Beberapa istilah dalam gagal jantung6:


1. Gagal jantung sistolik dan diastolik
Kedua jenis ini terjadi secara tumpang tindih, tidak dapat dibedakan
berdasarkan pemeriksaan jasmani, foto toraks atau EKG; hanya dapat
dibedakan dengan eko-Doppler. Gagal jantung sistolik adalah ketidak
mampuan kontraksi jantung memompa sehingga curah jantung turun dan
menyebabkan kelemahan, fatigue, kemampuan aktivitas fisik menurun dan
gejala hipoperfusi lainnya. Gagal jantung diastolik adalah gangguan
relaksasi dan gangguan pengisian ventrikel; didefinisikan sebagai gagal
jantung dengan fraksi ejeksi lebih dari 50%. Diagnosis dibuat dengan
pemeriksaan Doppler-ekokardiografi.
2. Low Output dan High Output Heart Failure
Low output HF disebabkan oleh hipertensi, kardiomiopati dilatasi,
kelainan katup dan perikard. High Output HF ditemukan pada penurunan
resistensi vascular sistemik seperti hipertiroidisme, anemia, kehamilan,
fistula A-V, beri-beri dan penyakit Paget.

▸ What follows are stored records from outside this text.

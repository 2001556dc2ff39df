"""distance_profile, the radius helper, against brute-force distances from scipy's cdist.

Its quantiles must be numpy's quantiles of the nearest same-label and
other-label distances computed directly, its counts at each candidate radius
must match counts from the same matrix, and the whole result must survive
``json.dumps`` (the command line prints it).
"""

from __future__ import annotations

import json

import numpy as np
from scipy.spatial.distance import cdist

from curate.methods.duplicates import distance_profile, near_duplicates
from curate.space import Space


def brute(X: np.ndarray, y: np.ndarray) -> tuple[np.ndarray, np.ndarray]:
    """Nearest same-label and nearest other-label distance of every row."""
    dist = cdist(X, X)
    np.fill_diagonal(dist, np.inf)
    same = y[:, None] == y[None, :]
    return np.where(same, dist, np.inf).min(axis=1), np.where(same, np.inf, dist).min(axis=1)


def sample(seed: int) -> tuple[np.ndarray, np.ndarray]:
    rng = np.random.default_rng(seed)
    X = rng.random((80, 2))
    X[40:60] = X[:20] + rng.normal(0, 0.005, (20, 2))  # jittered re-sends
    y = rng.integers(0, 3, 80)
    y[40:60] = y[:20]
    y[79] = 3  # a label with one row: no same-label neighbour
    return X, y


def test_quantiles_and_counts_match_cdist():
    X, y = sample(0)
    friend, enemy = brute(X, y)
    radii = [0.005, 0.01, 0.05]
    prof = distance_profile(Space.from_matrix(X), y, radii=radii)
    assert json.loads(json.dumps(prof)) == prof
    qs = [float(q) for q in prof["nearest_same_label"]]
    np.testing.assert_allclose(list(prof["nearest_same_label"].values()),
                               np.quantile(friend[np.isfinite(friend)], qs))
    np.testing.assert_allclose(list(prof["nearest_other_label"].values()), np.quantile(enemy, qs))
    assert prof["rows_alone_in_their_label"] == 1
    for cand, r in zip(prof["candidates"], radii, strict=True):
        assert cand["rows_with_same_label_within"] == int((friend <= r).sum())
        assert cand["conflicting_rows"] == int((enemy <= r).sum())
        sel = near_duplicates(Space.from_matrix(X), y, removable=np.ones(80, dtype=bool), radius=r)
        assert cand["would_remove"] == len(sel.removed)


def test_default_radii_are_positive_quantiles_of_the_same_label_distance():
    X, y = sample(1)
    X[5] = X[0]  # an exact copy: a zero distance must not become a candidate radius
    y[5] = y[0]
    friend, _ = brute(X, y)
    prof = distance_profile(Space.from_matrix(X), y)
    radii = [c["radius"] for c in prof["candidates"]]
    picks = np.quantile(friend[np.isfinite(friend)], [0.01, 0.05, 0.1, 0.25])
    assert radii == sorted({float(p) for p in picks if p > 0})
    assert all(r > 0 for r in radii) and json.dumps(prof)
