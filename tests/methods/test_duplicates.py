"""Exact and conflicting copies, checked against polars' own duplicate detection."""

from __future__ import annotations

import warnings

import numpy as np
import polars as pl
from hypothesis import given, settings
from hypothesis import strategies as st

from curate.errors import ConstantColumnWarning
from curate.methods.duplicates import conflicting_duplicates, exact_duplicates
from curate.settings import SpaceSettings
from curate.space import build_space

KINDS = {"a": "int", "b": "category"}


def space_of(frame: pl.DataFrame):
    with warnings.catch_warnings():
        # Random tables may have a constant column; that warning is not what is tested here.
        warnings.simplefilter("ignore", ConstantColumnWarning)
        return build_space(frame, KINDS, SpaceSettings(), list(range(frame.height)))


@settings(max_examples=40, deadline=None)
@given(st.lists(st.tuples(st.integers(0, 3), st.sampled_from("xy"), st.sampled_from("PQ")),
                min_size=1, max_size=40))
def test_exact_copies_match_polars(rows):
    """Reference: polars DataFrame.is_first_distinct over features and label."""
    frame = pl.DataFrame(rows, schema=["a", "b", "y"], orient="row")
    sel = exact_duplicates(space_of(frame), frame["y"].to_numpy(),
                           removable=np.ones(frame.height, bool))
    first = frame.select(pl.struct("a", "b", "y").is_first_distinct()).to_series().to_numpy()
    assert sel.kept.tolist() == np.flatnonzero(first).tolist()
    # kept_as names the first row with the same values (polars: first index per group).
    firsts = frame.with_row_index("i").group_by(["a", "b", "y"]).agg(pl.col("i").min())
    lookup = {(a, b, y): i for a, b, y, i in firsts.iter_rows()}
    for pos, keeper in zip(sel.removed, sel.kept_as, strict=True):
        assert keeper == lookup[tuple(frame.row(int(pos)))]


def test_exact_copies_keep_a_protected_row():
    frame = pl.DataFrame({"a": [1, 1, 1, 2], "b": ["x", "x", "x", "z"], "y": ["P", "P", "P", "P"]})
    removable = np.array([True, False, True, True])
    sel = exact_duplicates(space_of(frame), frame["y"].to_numpy(), removable=removable)
    assert sel.kept.tolist() == [1, 3]
    assert sel.kept_as.tolist() == [1, 1]


def test_close_values_are_not_merged_by_scaling():
    """Two values one ulp apart stay distinct, as polars sees them (raw values decide)."""
    x = 1.0 + np.finfo(float).eps
    frame = pl.DataFrame({"a": [1.0, x, 1000.0], "y": ["P", "P", "P"]})
    space = build_space(frame, {"a": "float"}, SpaceSettings(), [0, 1, 2])
    sel = exact_duplicates(space, frame["y"].to_numpy(), removable=np.ones(3, bool))
    assert frame.select(pl.col("a").is_duplicated()).to_series().sum() == 0
    assert len(sel.removed) == 0


# Hand-made table (hand-computed expectations):
# rows 0,1,4 share values with labels P,Q,P -> conflicting group, majority P (first row 0)
# rows 2,3 share values with labels P,Q     -> conflicting group, tie
# row 5 is unique; rows 6,7 are same-label copies (not a conflict)
TABLE = pl.DataFrame({"a": [1, 1, 2, 2, 1, 3, 4, 4], "b": ["x", "x", "z", "z", "x", "x", "z", "z"],
                      "y": ["P", "Q", "P", "Q", "P", "P", "Q", "Q"]})


def run_conflicts(policy: str):
    return conflicting_duplicates(space_of(TABLE), TABLE["y"].to_numpy(),
                                  removable=np.ones(TABLE.height, bool), policy=policy)


def test_conflicts_drop_all():
    sel = run_conflicts("drop-all")
    assert sel.removed.tolist() == [0, 1, 4, 2, 3]
    assert set(sel.reason) == {"conflicting-copy"}
    # each removal names the other rows of its group
    assert sel.neighbours[0].tolist() == [1, 4]
    assert sel.neighbours[3].tolist() == [3]


def test_conflicts_keep_majority():
    sel = run_conflicts("keep-majority")
    got = dict(zip(sel.removed.tolist(), sel.reason, strict=True))
    assert got == {1: "conflict-outvoted", 4: "conflict-repeat", 2: "conflict-tie",
                   3: "conflict-tie"}
    assert sel.kept_as[sel.removed.tolist().index(1)] == 0


def test_conflicts_report_removes_nothing_and_lists_groups():
    sel = run_conflicts("report")
    assert len(sel.removed) == 0
    assert [g.tolist() for g in sel.groups] == [[0, 1, 4], [2, 3]]
    assert sel.info == {"conflicting_groups": 2, "rows_in_conflicting_groups": 5}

3. Gagal Jantung Akut dan Kronik
Contoh klasik gagal jantung akut adalah robekan daun katup secara
tiba-tiba akibat endokarditis, trauma atau infark miokard luas. Curah jantung
yang turun tiba-tiba menyebabkan penurunan tekanan darah tanpa disertai
edema perifer. Contoh gagal jantung kronis adalah pada kardiomiopati
dilatasi atau kelainan multivalvular yang terjadi perlahan-lahan. Kongesti
perifer sangat menyolok, namun tekanan darah masih terpelihara dengan
baik
4. Gagal Jantung Kanan dan Gagal Jantung Kiri
Gagal jantung kiri akibat kelemahan ventrikel, meningkatkan tekanan
vena pulmonalis dan paru menyebabkan pasien sesak napas dan ortopnea.
Gagal jantung kanan terjadi jika kelainannya melemahkan ventrikel kanan
seperti pada hipertensi pulmonal primer / sekunder, tromboemboli paru
kronik sehingga terjadi kongesti vena sistemik yang menyebabkan edema
perifer, hepatomegali dan distensi vena jugularis.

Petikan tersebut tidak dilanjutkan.